Obstet Gynecol. 2006 Feb;107(2 Pt 2):451-3. doi: 10.1097/01.AOG.0000168443.22820.2e.
Intestinal endometriosis may be complicated by bowel obstruction, colonic rupture, sepsis, and rarely, malignant transformation. Fistula formation is extremely rare.
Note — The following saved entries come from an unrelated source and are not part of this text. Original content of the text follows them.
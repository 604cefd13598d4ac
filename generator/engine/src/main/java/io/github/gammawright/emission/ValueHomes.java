package io.github.gammawright.emission;

import java.util.ArrayDeque;
import java.util.ArrayList;
import java.util.BitSet;
import java.util.Deque;
import java.util.HashMap;
import java.util.List;
import java.util.Map;
import java.util.TreeMap;

/**
 * Finds a place for each value that is computed in one part of a body and used in later ones: the result that it is;
 * else an entry of a result that gets its final value only after the last use; else an entry of the workspace. A part
 * loads what it needs before it writes anything, so that an entry may change hands within a part.
 */
final class ValueHomes {

    /** An entry of an array; the workspace has the number after those of the body's arrays. */
    record Home(int array, int slot) {}

    private static final int BEFORE_ALL = -1;

    private final Map<Integer, Home> homes = new HashMap<>();
    private final BitSet written = new BitSet();
    private final int workspace;
    private int workspaceLength;

    private ValueHomes(int workspace, int workspaceLength) {
        this.workspace = workspace;
        this.workspaceLength = workspaceLength;
    }

    /**
     * Finds the places.
     *
     * @param inputs inputs of the body that are too many to be arguments
     * @param workspaceLength the entries of the workspace that are in other use
     */
    static ValueHomes of(Body body, List<List<Statement>> parts, BitSet inputs, int workspaceLength) {
        ValueHomes homes = new ValueHomes(body.arrays().size(), workspaceLength);
        homes.find(body, parts, inputs);
        return homes;
    }

    private void find(Body body, List<List<Statement>> parts, BitSet inputs) {
        Map<Integer, Integer> lastUse = new HashMap<>();
        Map<Home, Integer> lastWrite = new HashMap<>();
        for (int p = 0; p < parts.size(); p++) {
            for (Statement statement : parts.get(p)) {
                int part = p;
                body.reads(statement).forEach(value -> lastUse.put(value, part));
                if (statement instanceof Statement.Store store) {
                    lastWrite.put(new Home(store.array(), store.slot()), p);
                } else if (statement instanceof Statement.Copy copy) {
                    lastWrite.put(new Home(copy.array(), copy.slot()), p);
                } else if (statement instanceof Statement.Zero zero) {
                    for (int slot = zero.from(); slot < zero.to(); slot++) {
                        lastWrite.put(new Home(zero.array(), slot), p);
                    }
                }
            }
        }
        Pool pool = new Pool(lastWrite);
        for (int input = inputs.nextSetBit(0); input >= 0; input = inputs.nextSetBit(input + 1)) {
            place(input, lastUse.getOrDefault(input, BEFORE_ALL), pool);
        }
        for (int p = 0; p < parts.size(); p++) {
            pool.release(p);
            List<Statement> part = parts.get(p);
            for (int s = 0; s < part.size(); s++) {
                if (part.get(s) instanceof Statement.Define define && lastUse.getOrDefault(define.value(), p) > p) {
                    int value = define.value();
                    boolean result = s + 1 < part.size()
                            && part.get(s + 1) instanceof Statement.Store store
                            && store.value() == value;
                    if (result) {
                        Statement.Store store = (Statement.Store) part.get(s + 1);
                        homes.put(value, new Home(store.array(), store.slot()));
                    } else {
                        place(value, lastUse.get(value), pool);
                    }
                }
            }
        }
    }

    private void place(int value, int lastUse, Pool pool) {
        Home home = pool.take(lastUse);
        homes.put(value, home);
        written.set(value);
    }

    /** The entries that may hold a value for a while. */
    private final class Pool {

        /** Free entries by the part in which they get their final value. */
        private final TreeMap<Integer, Deque<Home>> free = new TreeMap<>();

        private final Map<Home, Integer> lastWrite;
        private final TreeMap<Integer, List<Home>> taken = new TreeMap<>();

        Pool(Map<Home, Integer> lastWrite) {
            this.lastWrite = lastWrite;
            lastWrite.entrySet().stream()
                    .sorted(Map.Entry.comparingByKey(
                            java.util.Comparator.comparingInt(Home::array).thenComparingInt(Home::slot)))
                    .forEach(entry -> give(entry.getKey()));
        }

        private void give(Home home) {
            int until = lastWrite.getOrDefault(home, Integer.MAX_VALUE);
            free.computeIfAbsent(until, u -> new ArrayDeque<>()).addLast(home);
        }

        /** Gives back what was last used in an earlier part, or is loaded at the beginning of this one. */
        void release(int part) {
            while (!taken.isEmpty() && taken.firstKey() <= part) {
                taken.pollFirstEntry().getValue().forEach(this::give);
            }
        }

        Home take(int lastUse) {
            Map.Entry<Integer, Deque<Home>> entry = free.ceilingEntry(lastUse);
            Home home;
            if (entry == null) {
                home = new Home(workspace, workspaceLength++);
            } else {
                home = entry.getValue().pollFirst();
                if (entry.getValue().isEmpty()) {
                    free.remove(entry.getKey());
                }
            }
            taken.computeIfAbsent(lastUse, u -> new ArrayList<>()).add(home);
            return home;
        }
    }

    /** Where later parts find a value. */
    Home home(int value) {
        return homes.get(value);
    }

    /** Whether a value must be written to its place, instead of being a result there. */
    boolean isWritten(int value) {
        return written.get(value);
    }

    /** How many entries the workspace needs. */
    int workspaceLength() {
        return workspaceLength;
    }
}
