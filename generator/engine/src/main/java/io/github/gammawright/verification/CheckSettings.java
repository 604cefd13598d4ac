package io.github.gammawright.verification;

/**
 * How thoroughly kernels are checked, and how large an error may be. An error is accepted when it keeps both bounds: the
 * relative one, which anything below {@code limitMultiple / 100} conditioning limits keeps too, and the one in
 * conditioning limits.
 *
 * @param points how many points are drawn from the domain
 * @param edgePoints how many more are pressed against its edges, at most
 * @param seed of the sequence of points
 * @param digits in which the reference computes
 * @param relativeBound the error may be at most this times (|component| + 10⁻³ · the largest component)
 * @param limitMultiple the error may be at most this many conditioning limits of the component
 */
public record CheckSettings(
        int points, int edgePoints, long seed, int digits, double relativeBound, double limitMultiple) {

    /** What is used where nothing else is said. */
    public static final CheckSettings DEFAULT = new CheckSettings(200, 60, 1, 50, 1e-11, 1000);

    public CheckSettings {
        if (points < 1 || edgePoints < 0) {
            throw new IllegalArgumentException("a check needs at least one point, not " + points);
        }
    }

    /** The same with another number of points. */
    public CheckSettings withPoints(int number) {
        return new CheckSettings(number, edgePoints, seed, digits, relativeBound, limitMultiple);
    }

    /** The same with another number of points at edges. */
    public CheckSettings withEdgePoints(int number) {
        return new CheckSettings(points, number, seed, digits, relativeBound, limitMultiple);
    }

    /** The same with another seed. */
    public CheckSettings withSeed(long number) {
        return new CheckSettings(points, edgePoints, number, digits, relativeBound, limitMultiple);
    }
}
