package io.github.gammawright.emission;

import com.palantir.javapoet.CodeBlock;
import com.palantir.javapoet.MethodSpec;
import java.util.ArrayList;
import java.util.HashSet;
import java.util.List;
import java.util.Set;
import java.util.function.Function;
import java.util.function.IntFunction;
import javax.lang.model.element.Modifier;

/** Writes the tests of the arguments, and the methods behind them, small enough to be compiled into their callers. */
final class ArgumentChecks {

    /** With more results than this, each is compared with those before it in a method of its own. */
    private static final int MOST_RESULTS = 8;

    private final EmissionContext context;
    private final Set<String> written = new HashSet<>();
    private boolean distinct;
    private boolean apart;

    ArgumentChecks(EmissionContext context) {
        this.context = context;
    }

    CodeBlock inputs() {
        CodeBlock.Builder code = CodeBlock.builder();
        for (KernelInput input : context.names().inputs()) {
            code.addStatement("requireLength($1S, $1L.length, $2L)", input.name(), length(input));
        }
        return code.build();
    }

    CodeBlock results() {
        CodeBlock.Builder code = CodeBlock.builder();
        List<String> results = context.names().results();
        for (int r = 0; r < results.size(); r++) {
            code.addStatement("requireLength($1S, $1L.length, $2L)", results.get(r), context.lengthConstant(r));
        }
        for (int r = 1; r < results.size(); r++) {
            CodeBlock.Builder row = CodeBlock.builder();
            for (String other : results.subList(0, r)) {
                row.add(distinct(other, results.get(r)));
            }
            List<String> arrays = results.subList(0, r + 1);
            code.add(inline(row.build(), "requireDistinct" + r, arrays, List.of()));
        }
        return code.build();
    }

    CodeBlock workspace() {
        CodeBlock.Builder code = CodeBlock.builder();
        code.addStatement("requireRange($S, workspace.length, 0, WORKSPACE_LENGTH)", "workspace");
        context.names().results().forEach(result -> code.add(distinct("workspace", result)));
        return code.build();
    }

    private CodeBlock distinct(String a, String b) {
        distinct = true;
        return CodeBlock.of("requireDistinct($L, $L, $S);\n", a, b, a + " and " + b);
    }

    CodeBlock ranges(List<String> results, Function<KernelInput, String> from, IntFunction<String> to) {
        CodeBlock.Builder code = CodeBlock.builder();
        for (KernelInput input : context.names().inputs()) {
            code.add(range(input.plural(), from.apply(input), length(input)));
        }
        for (int r = 0; r < results.size(); r++) {
            code.add(range(results.get(r), to.apply(r), context.lengthConstant(r)));
        }
        List<String> offsets = new ArrayList<>();
        for (int r = 0; r < results.size(); r++) {
            offsets.add(to.apply(r));
            CodeBlock.Builder row = CodeBlock.builder();
            for (int s = 0; s < r; s++) {
                apart = true;
                row.add(
                        "$L;\n",
                        LineBreaks.wrap("requireApart(" + results.get(s) + ", " + to.apply(s) + ", "
                                + context.lengthConstant(s) + ", " + results.get(r) + ", " + to.apply(r) + ", "
                                + context.lengthConstant(r) + ", " + quoted(results.get(s) + " and " + results.get(r))
                                + ")"));
            }
            code.add(inline(row.build(), "requireApart" + r, results.subList(0, r + 1), offsets));
        }
        return code.build();
    }

    private static CodeBlock range(String array, String from, String count) {
        return CodeBlock.of(
                "$L;\n",
                LineBreaks.wrap(
                        "requireRange(" + quoted(array) + ", " + array + ".length, " + from + ", " + count + ")"));
    }

    /** Names of variables need no escapes. */
    private static String quoted(String names) {
        return '"' + names + '"';
    }

    private CodeBlock inline(CodeBlock row, String name, List<String> arrays, List<String> offsets) {
        if (context.names().results().size() <= MOST_RESULTS || row.isEmpty()) {
            return row;
        }
        MethodSpec.Builder method = check(name);
        List<String> arguments = new ArrayList<>();
        for (int i = 0; i < arrays.size(); i++) {
            method.addParameter(double[].class, arrays.get(i));
            arguments.add(arrays.get(i));
            if (!offsets.isEmpty()) {
                method.addParameter(int.class, offsets.get(i));
                arguments.add(offsets.get(i));
            }
        }
        if (written.add(name)) {
            context.privateMethods().add(method.addCode(row).build());
        }
        return CodeBlock.of("$L;\n", LineBreaks.wrap(name + "(" + String.join(", ", arguments) + ")"));
    }

    private static String length(KernelInput input) {
        return input.isPoint() ? "DIMENSION" : Integer.toString(input.length());
    }

    /** The private methods that the tests call. */
    void emit() {
        MethodSpec.Builder length = check("requireLength")
                .addParameter(String.class, "name")
                .addParameter(int.class, "length")
                .addParameter(int.class, "required")
                .beginControlFlow("if (length != required)");
        refuse(length, "name + $S + length + $S + required", " has length ", ", not the required ");
        MethodSpec.Builder range = check("requireRange")
                .addParameter(String.class, "name")
                .addParameter(int.class, "length")
                .addParameter(int.class, "from")
                .addParameter(int.class, "count")
                .beginControlFlow("if (from < 0 || from > length - count)");
        refuse(
                range,
                "name + $S + length + $S\n+ count + $S + from",
                " has length ",
                ", too short for ",
                " entries from ");
        if (distinct) {
            MethodSpec.Builder method = check("requireDistinct")
                    .addParameter(double[].class, "a")
                    .addParameter(double[].class, "b")
                    .addParameter(String.class, "names")
                    .beginControlFlow("if (a == b)");
            refuse(method, "names + $S", " are one array, but each needs its own");
        }
        if (apart) {
            MethodSpec.Builder method = check("requireApart")
                    .addParameter(double[].class, "a")
                    .addParameter(int.class, "aFrom")
                    .addParameter(int.class, "aLength")
                    .addParameter(double[].class, "b")
                    .addParameter(int.class, "bFrom")
                    .addParameter(int.class, "bLength")
                    .addParameter(String.class, "names")
                    .beginControlFlow("if (a == b && aFrom < bFrom + bLength && bFrom < aFrom + aLength)");
            refuse(method, "names + $S", " overlap in one array");
        }
    }

    private void refuse(MethodSpec.Builder method, String message, Object... texts) {
        CodeBlock text = CodeBlock.of(message, texts);
        method.addCode("throw new $T(", IllegalArgumentException.class);
        method.addCode(CodeBlock.builder()
                .indent()
                .indent()
                .add(text)
                .unindent()
                .unindent()
                .add(");\n")
                .build());
        context.privateMethods().add(method.endControlFlow().build());
    }

    private static MethodSpec.Builder check(String name) {
        return MethodSpec.methodBuilder(name).addModifiers(Modifier.PRIVATE, Modifier.STATIC);
    }
}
A 26-year-old woman presented at 16 weeks of gestation with an acute abdomen suggestive of ruptured appendicitis. Blood cultures were positive for Bacteroides fragilis. At laparotomy, she was found to have a colouterine fistula with pelvic sepsis. The resected specimens demonstrated extensive uterine adenomyosis and endometriosis of the cecum, with a fistulous tract lined by endometriosis and suppurative inflammation extending from the cecum to the uterine endometrial cavity associated with severe chorioamnionitis and endomyometritis.
This case illustrates a rare complication of colouterine fistula secondary to intestinal endometriosis.
肠道子宫内膜异位症可能并发肠梗阻、结肠破裂、败血症,恶变则较为罕见。瘘管形成极为罕见。
一名26岁女性在妊娠16周时因急腹症就诊,提示阑尾炎破裂。血培养结果显示脆弱拟杆菌阳性。剖腹探查时,发现她患有结肠子宫瘘并伴有盆腔感染。切除标本显示广泛的子宫腺肌病和盲肠子宫内膜异位症,有一条由子宫内膜异位症衬里的瘘管,化脓性炎症从盲肠延伸至子宫子宫内膜腔,伴有严重的绒毛膜羊膜炎和子宫肌层炎。
本病例说明了肠道子宫内膜异位症继发结肠子宫瘘这一罕见并发症。